- Born: Barnaby John Lenon 10 May 1954 (age 72) Chelsea, London, England
- Education: Eltham College
- Alma mater: University of Oxford University of Cambridge
- Employer(s): University of Buckingham Independent Schools Council Harrow School Trinity School of John Whitgift Highgate School Eton College Sherborne School Holland Park School
- Spouse: Penelope Thain ​(m. 1983)​
- Children: 2
- Website: www.buckingham.ac.uk/directory/barnaby-lenon

= Barnaby Lenon =

British schoolmaster (born 1954)

Barnaby John Lenon (born 10 May 1954) is a British schoolmaster who was headmaster of Harrow School until 2011. He is currently professor and dean of education at the University of Buckingham. He was chairman of the Independent Schools Council (ISC) from 2011 to 2025 and has been a governor of 23 state and independent schools and a board member of Ofqual. From 2011 to 2012 he was vice-president of the Royal Geographical Society. In 2012 he helped establish a Free School in east London, the London Academy of Excellence, and was the chairman of governors. He was a trustee of the New Schools Network and is a trustee of Yellow Submarine (a charity which supports children and young adults with learning disabilities in Oxfordshire).

==Education==
Lenon, the son of a clergyman, was born in Chelsea in 1954 and was educated at Eltham College, an independent school in Eltham in south London, followed by Keble College, Oxford, where he studied geography. He then went on to St John's College, Cambridge to train for a career in teaching and won the university prize for education.

==Career==
Lenon began his career with a year at Sherborne School in Dorset, then moved on to Eton College, an independent school in Berkshire, where he taught for twelve years. He was in the state sector for a short while at Holland Park School in west London. He became deputy headmaster of Highgate School and then headmaster of the Trinity School of John Whitgift in Croydon, south London. He was appointed as headmaster of Harrow in 1999 and during his tenure the school increased in both popularity and academic results. He was appointed Chairman of the Independent Schools Council 2011-2025 to oversee lobbying, research, the press and legal advice for the 1250 schools in ISC.

Lenon is often quoted in the media about his views, complaining of what he regards as the 'dumbing down' of educational standards since the demise of O-Levels, and in early 2010 was attacked by the then Schools Minister in the Labour Government, Vernon Coaker.

===Media appearances and publications===
Lenon has appeared in newspapers and on the television a number of times in the past decade, mostly speaking about educational reforms. He appeared in the ITV documentary series Harrow: The School on the Hill in May 2001, on BBC 1's Celebrity Masterchef programme in August 2010, and on the BBC 2 documentary programme Britain's Youngest Boarders in September 2010. He has also appeared on BBC 2's Newsnight programme.

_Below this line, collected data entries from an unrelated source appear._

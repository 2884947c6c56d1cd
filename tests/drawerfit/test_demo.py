"""The demo drawer and `drawerfit demo`."""

from __future__ import annotations

import re

import pytest
from click.testing import CliRunner

from drawerfit.cli import cli
from drawerfit.commands.demo import demo_csv_path, demo_store
from inventory.tabular import read_stock_csv


@pytest.fixture(scope="module")
def demo_parts():
    with demo_csv_path() as p:
        return [row.part for row in read_stock_csv(p)]


def test_demo_runs_and_shows_the_drawer(tmp_path, monkeypatch):
    own = tmp_path / "mine.sqlite"
    result = CliRunner().invoke(cli, ["--db", str(own), "demo"], catch_exceptions=False)
    assert result.exit_code == 0, result.output
    for words in ("Resistors", "Capacitors", "Transistors", "GP-N1", "4k7", "470u",
                  "electrolytic"):
        assert words in result.stdout
    assert not own.exists()                 # the demo never touches the user's store


def test_demo_save_csv_writes_an_importable_file(tmp_path):
    target = tmp_path / "demo.csv"
    result = CliRunner().invoke(cli, ["demo", "--save-csv", str(target)])
    assert result.exit_code == 0
    assert len(read_stock_csv(target)) > 50


def test_demo_store_is_sound():
    with demo_store() as store:
        assert store.check() == []
        assert store.low()                  # a few rows sit below their restock level


def test_demo_resistors_are_e12_values_per_iec_60063(demo_parts):
    """Every 5 % resistor of the demo is an E12 value (checked with the `eseries`
    package, an independent implementation of IEC 60063), 10 R to 1 M, with gaps."""
    from eseries import E12, erange

    e12 = {round(v, 6) for v in erange(E12, 10, 1.0e6 + 1)}
    r5 = {round(p.value, 6) for p in demo_parts if p.kind == "resistor" and p.tolerance == 0.05
          and p.power_w == 0.25}
    assert r5 <= e12
    assert min(r5) == 10 and max(r5) == 1e6
    assert len(e12 - r5) >= 3                               # some values missing
    assert any(p.qty == 1 for p in demo_parts if p.kind == "resistor")


def test_demo_capacitors_and_transistors_are_the_invented_scenario(demo_parts):
    caps = [p for p in demo_parts if p.kind == "capacitor"]
    ceramic = [p.value for p in caps if p.dielectric in ("c0g", "x7r")]
    film = [p.value for p in caps if p.dielectric == "film"]
    elec = [p for p in caps if p.dielectric == "electrolytic"]
    assert min(ceramic) == pytest.approx(10e-12) and max(ceramic) == pytest.approx(100e-9)
    assert min(film) == pytest.approx(100e-9) and max(film) == pytest.approx(1e-6)
    assert min(p.value for p in elec) == pytest.approx(1e-6)
    assert max(p.value for p in elec) == pytest.approx(470e-6)
    assert {p.voltage_v for p in elec} == {10.0, 16.0, 25.0, 63.0}
    trs = [p for p in demo_parts if p.kind == "npn"]
    assert 2 <= len(trs) <= 3
    for t in trs:
        # invented labels only: letters, a dash, a letter and digit (no real type numbers)
        assert re.fullmatch(r"[A-Z]{2}-N\d", t.label)
        # figures that make sense for a small-signal NPN (common practice) ...
        assert 100 <= t.hfe_min < t.hfe_max <= 500
        assert 50e6 <= t.ft <= 500e6 and 1e-12 <= t.cob <= 10e-12
        assert 60 <= t.vaf <= 120
        assert 20 <= t.vceo <= 60 and 0.05 <= t.ic_max <= 0.3 and 0.2 <= t.pd <= 0.6
        # ... but invented: not the hFE groups or the limit set of a widely sold type
        assert (t.hfe_min, t.hfe_max) not in {(110, 220), (200, 450), (420, 800)}
        assert (t.vceo, t.ic_max) != (40, 0.2) and (t.ft, t.cob) != (300e6, 4e-12)
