"""`drawerfit plan` through the command line: JSON shape, order file, commit and undo.

These tests check the plan command's bookkeeping (allocations, purchases,
commit, undo, refusals), not the search: the search is replaced by a small
stand-in that offers two fixed designs built from rows of the demo drawer, so
that every expected quantity below can be worked out by hand from
drawerfit/data/demo_stock.csv.
"""

from __future__ import annotations

import csv
import json
import math
from importlib import resources
from types import SimpleNamespace

import pytest
from click.testing import CliRunner

from drawerfit.cli import cli
from optimiser.design import Design, Piece, RolePick

PREAMP = 'topology = "ce"\nsupply_v = 12.0\ngain_db = 20.0\n'
BUFFER = 'topology = "cc"\nsupply_v = 12.0\n'


def _row(rows, value, location):
    for r in rows:
        if math.isclose(r.value, value, rel_tol=1e-9) and r.location == location:
            return r
    raise AssertionError(f"no row {value} at {location}")


def _pick(role, row, kind):
    return RolePick(role, row.value, f"{row.value:g}",
                    (Piece(row.value, 1, row.id, row.location, kind, row.tolerance),))


def fake_search(request, snapshot, *, top=10, misses=5, progress=None, time_limit_s=None):
    """Two designs: A (10k E2, 4k7 D7, 10u K3, GP-N1; score 0.1) and B (47k F1, 2k2 D3,
    47n J6, GP-N2; score 0.5), offered to a request open to any transistor."""
    R, C = snapshot.resistors, snapshot.capacitors
    a = Design("ce", "GP-N1", {"R1": _pick("R1", _row(R, 10e3, "E2"), "resistor"),
                               "RC": _pick("RC", _row(R, 4.7e3, "D7"), "resistor"),
                               "C_IN": _pick("C_IN", _row(C, 10e-6, "K3"), "capacitor")},
               {"gain_db": 20.1}, True, score=0.1)
    b = Design("ce", "GP-N2", {"R1": _pick("R1", _row(R, 47e3, "F1"), "resistor"),
                               "RC": _pick("RC", _row(R, 2.2e3, "D3"), "resistor"),
                               "C_IN": _pick("C_IN", _row(C, 47e-9, "J6"), "capacitor")},
               {"gain_db": 19.8}, True, score=0.5)
    designs = [d for d in (a, b) if request.transistor in ("any", d.transistor)]
    return SimpleNamespace(feasible=bool(designs), designs=designs[:top], nearest_misses=[],
                           unlock=[], stats={})


@pytest.fixture
def env(tmp_path, monkeypatch):
    monkeypatch.setattr("optimiser.search.search", fake_search)
    db = tmp_path / "store.db"
    runner = CliRunner()
    demo = resources.files("drawerfit") / "data" / "demo_stock.csv"
    r = runner.invoke(cli, ["--db", str(db), "stock", "import", str(demo)])
    assert r.exit_code == 0, r.output
    (tmp_path / "preamp.toml").write_text(PREAMP)
    (tmp_path / "buffer.toml").write_text(BUFFER)

    def run(*args):
        return runner.invoke(cli, ["--db", str(db), *args])

    def stock():
        r = run("stock", "list", "--json")
        assert r.exit_code == 0, r.output
        return {row["id"]: row["qty"] for row in json.loads(r.stdout)}

    return SimpleNamespace(tmp=tmp_path, run=run, stock=stock, db=db)


def buildlist(env, text):
    p = env.tmp / "list.toml"
    p.write_text(text)
    return str(p)


#: The search is replaced by two fixed designs here, so these tests check the
#: programme over a fixed candidate list: column generation (which prices designs
#: with the real search) is switched off.
FIXED = ("--pricing-time", "0")

TWO = """
[[build]]
request = "preamp.toml"
count = 10

[[build]]
request = "buffer.toml"
count = 10
"""


def test_json_shape_and_stock_respected(env):
    r = env.run("plan", *FIXED, buildlist(env, TWO), "--json")
    assert r.exit_code == 0, r.output
    d = json.loads(r.stdout)
    assert d["feasible"] is True
    assert set(d) >= {"feasible", "builds", "purchases", "cost", "solver"}
    assert d["solver"]["name"] == "CBC" and d["solver"]["status"] == "Optimal"
    assert d["solver"]["seconds"] >= 0
    assert [b["request"] for b in d["builds"]] == ["preamp.toml", "buffer.toml"]
    # 20 copies need 20 transistors of one kind per design; GP-N2 has 12, 4k7 has 10 + 8,
    # 10u has 12 + 2: two times design A does not fit, so one build takes B.
    trans = sorted(a["design"]["transistor"] for b in d["builds"] for a in b["allocations"])
    assert trans == ["GP-N1", "GP-N2"]
    assert d["purchases"] == [] and d["cost"] == 0
    for b in d["builds"]:
        assert sum(a["copies"] for a in b["allocations"]) == 10
        for a in b["allocations"]:
            assert {"R1", "RC", "C_IN"} <= set(a["design"]["parts"])
    before = env.stock()
    used = {}
    for b in d["builds"]:
        for a in b["allocations"]:
            for p in a["design"]["parts"].values():
                for piece in p["pieces"]:
                    used[piece["id"]] = used.get(piece["id"], 0) + piece["count"] * a["copies"]
    assert all(used[i] <= before[i] for i in used)


#: Twenty preamps of design A, buying from E24 (purchase defaults otherwise).
TWENTY_PREAMPS_E24 = """
[[build]]
request = "preamp.toml"
count = 20

[purchase]
series = "E24"
"""


def test_purchase_order_file_is_a_stock_file(env):
    # 20 copies of design A alone: 4k7 has 10 (5 %) + 8 (1 %) = 18, so 2 more; 10u has
    # 12 (25 V) + 2 (63 V) = 14, so 6 more; 10k has 12 + 15 (1 %) = 27, enough.
    # E24 resistors 0.02 each, E6 capacitors 0.10 each, packs of 10, 0.50 a line:
    # 10 × 0.02 + 0.50 + 10 × 0.10 + 0.50 = 2.20.
    text = TWENTY_PREAMPS_E24 + """pack = 10
resistor_price = 0.02
capacitor_price = 0.10
line_cost = 0.50
"""
    r = env.run("plan", *FIXED, buildlist(env, text), "--json", "--order", str(env.tmp / "order.csv"))
    assert r.exit_code == 0, r.output
    d = json.loads(r.stdout)
    assert d["feasible"] and d["cost"] == pytest.approx(2.20)
    got = {(p["kind"], p["label"]): (p["packs"], p["qty"]) for p in d["purchases"]}
    assert got == {("resistor", "4k7"): (1, 10), ("capacitor", "10u"): (1, 10)}
    with open(env.tmp / "order.csv", newline="") as f:
        rows = list(csv.DictReader(f))
    assert {r["value"] for r in rows} == {"4k7", "10u"}
    assert {"kind", "value", "qty", "tolerance", "power", "voltage", "dielectric", "location",
            "packs", "cost"} <= set(rows[0])
    # a value the drawer already holds goes to the bin holding most of it
    listed = json.loads(env.run("stock", "list", "--json").stdout)
    for row in rows:
        same = [x for x in listed if x["kind"] == row["kind"] and x["label"] == row["value"]]
        assert row["location"] == max(same, key=lambda x: x["qty"])["location"]
    before = env.stock()
    # a row without a bin is refused on receipt (nothing changes) until one is given
    blank = env.tmp / "blank.csv"
    with open(env.tmp / "order.csv", newline="") as f:
        text = f.read()
    blank.write_text(text.replace(rows[0]["location"], "", 1))
    r = env.run("stock", "receive", str(blank))
    assert r.exit_code == 2 and "blank.csv:2: location: empty" in r.stderr
    assert env.stock() == before
    r = env.run("stock", "receive", str(env.tmp / "order.csv"))
    assert r.exit_code == 0, r.output
    after = env.stock()
    assert sum(after.values()) - sum(before.values()) == 20


def test_commit_then_undo_restores_every_quantity(env):
    before = env.stock()
    r = env.run("plan", *FIXED, buildlist(env, TWO), "--json", "--commit")
    assert r.exit_code == 0, r.output
    d = json.loads(r.stdout)
    bid = d["build_id"]
    during = env.stock()
    assert sum(before.values()) - sum(during.values()) == 20 * 4   # 3 parts + transistor
    r = env.run("builds", "list", "--json")
    listed = json.loads(r.stdout)
    assert [(b["id"], b["copies"]) for b in listed] == [(bid, 20)]   # one commit, one build
    shown = json.loads(env.run("builds", "show", str(bid), "--json").stdout)
    assert len(shown["lines"]) == sum(len(b["allocations"]) for b in d["builds"])
    assert sum(ln["copies"] for ln in shown["lines"]) == 20
    r = env.run("builds", "undo", str(bid))                         # one step undoes it all
    assert r.exit_code == 0, r.output
    assert env.stock() == before


def test_commit_refused_when_stock_changed_since_planning(env, monkeypatch):
    from inventory.store import Store

    before = env.stock()
    real = Store.snapshot

    def stale(self):
        # the drawer as it was before someone took pieces: 20 more in every row
        snap = real(self)
        from dataclasses import replace
        return replace(snap, **{kind: tuple(replace(x, qty=x.qty + 20)
                                            for x in getattr(snap, kind))
                                for kind in ("resistors", "capacitors", "transistors")})

    monkeypatch.setattr(Store, "snapshot", stale)
    # 30 copies of design A: more GP-N1 (and 4k7, 10u) than the store really holds
    text = '[[build]]\nrequest = "preamp.toml"\ncount = 30\n'
    r = env.run("plan", *FIXED, buildlist(env, text), "--json", "--commit")
    assert r.exit_code == 2
    err_lines = r.stderr.strip().splitlines()
    assert len(err_lines) == 1 and "stock changed since planning" in err_lines[0]
    assert "Traceback" not in r.output
    monkeypatch.setattr(Store, "snapshot", real)
    assert env.stock() == before
    assert json.loads(env.run("builds", "list", "--json").stdout) == []


def test_infeasible_plan_is_an_answer(env):
    text = '[[build]]\nrequest = "preamp.toml"\ncount = 60\n'
    r = env.run("plan", *FIXED, buildlist(env, text), "--json")
    assert r.exit_code == 0, r.output
    d = json.loads(r.stdout)
    assert d["feasible"] is False
    (entry,) = d["infeasible"]
    assert entry["request"] == "preamp.toml"
    labels = {s["label"]: (s["have"], s["need"]) for s in entry["shortage"]}
    assert any(have < need for have, need in labels.values())
    # a shortage over the designs offered is no proof the drawer falls short: the
    # reason says whose need it is, never a bare "not enough"
    assert entry["reason"].startswith("the designs offered for it need more")
    # the human view names the request too, and what the verdict rests on
    r = env.run("plan", *FIXED, buildlist(env, text))
    flat = " ".join(r.stdout.split())
    assert r.exit_code == 0 and "preamp.toml" in r.stdout
    assert "not enough" not in flat and "a design it was not offered may still fit" in flat


def test_bad_build_list_exit_2_one_line(env):
    r = env.run("plan", *FIXED, buildlist(env, '[[build]]\nrequest = "preamp.toml"\ncopies = 2\n'))
    assert r.exit_code == 2
    lines = r.stderr.strip().splitlines()
    assert len(lines) == 1
    assert "list.toml:3" in lines[0] and "build[1].copies" in lines[0]


def test_rich_view_lists_bins_and_total(env):
    r = env.run("plan", *FIXED, buildlist(env, TWO))
    assert r.exit_code == 0, r.output
    assert "E2" in r.stdout or "F1" in r.stdout
    assert "Total cost" in r.stdout and "Optimal" in r.stdout


def test_commit_with_purchases_records_orders_and_order_file_holds_the_rest(env):
    from inventory.store import open_store

    text = TWENTY_PREAMPS_E24
    before = env.stock()
    order = env.tmp / "order.csv"
    r = env.run("plan", *FIXED, buildlist(env, text), "--json", "--commit", "--order", str(order))
    assert r.exit_code == 0, r.output
    d = json.loads(r.stdout)
    # as in the test above: 4k7 18 in stock + 2 bought, 10u 14 + 6 bought, 10k and GP-N1
    # from stock: 18 + 14 + 20 + 20 = 72 pieces leave the drawer now.
    assert sum(before.values()) - sum(env.stock().values()) == 72
    with open(order, newline="") as f:
        rows = {r["value"]: int(r["qty"]) for r in csv.DictReader(f)}
    assert rows == {"4k7": 10 - 2, "10u": 10 - 6}     # what is left for the drawer
    store = open_store(str(env.db))
    pending = store.pending_orders()
    assert sorted((o["kind"], o["qty"]) for o in pending) == [("capacitor", 10), ("resistor", 10)]
    store.close()
    r = env.run("stock", "receive", str(order), "--bin", "NEW1")
    assert r.exit_code == 0, r.output
    assert sum(before.values()) - sum(env.stock().values()) == 72 - 12
    store = open_store(str(env.db))
    assert store.pending_orders() == []
    store.close()
    assert isinstance(d["build_id"], int)
    assert d["build_ids"] == [d["build_id"]]      # the list form of the JSON contract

Lenon has published a number of successful textbooks for schools including Techniques and Fieldwork in Geography (1983), London (1988), London in the 1990s (1993), The United Kingdom (1995), Fieldwork Techniques and Projects in Geography (1996), Geography Fieldwork and Skills (2015).

In 2017 he published a review of the national education system Much Promise: successful schools in England ISBN 978-1911382232

In 2018 he published Other Peoples Children, an account of what happens to those in England's bottom 50% academically and the state of vocational education in the country.

In 2025 he published Introduction to Teaching: Making Teacher Training Work, a research-based account of the characteristics of good teaching in schools.

===Honours and awards===
In 2005 Tatler magazine awarded Lenon its Schools Award for Headmaster of the Year. He was appointed Commander of the Order of the British Empire (CBE) in the 2019 Birthday Honours for services to education.

==Personal life==
Lenon married Penelope Anne Thain in 1983. The couple have two daughters: India, born in 1989, and Flora, born in 1992.